About this task: Look over the entries and say how many lines include the word "fading". Only the number, please.

Saved data entries:

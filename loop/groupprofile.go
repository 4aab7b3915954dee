package loop

import "github.com/fadeloop/fadeloop/fading"

// groupProfile is the tap-delay profile that group g of a valid scenario
// is simulated with: its built-in profile by name (fading.BuiltinProfile),
// or its custom taps (delay ns, power dB) under the name "custom". Every
// tap is one path of the channel.
func groupProfile(sc Scenario, g int) fading.Profile {
	grp := sc.Groups[g]
	var p fading.Profile
	if grp.Profile != "" {
		p, _ = fading.BuiltinProfile(grp.Profile)
		return p
	}
	p.Name = "custom"
	for _, t := range grp.CustomTaps {
		p.Taps = append(p.Taps, fading.Tap{DelayNs: t.DelayNs, PowerDB: t.PowerDB})
	}
	return p
}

Output below: 6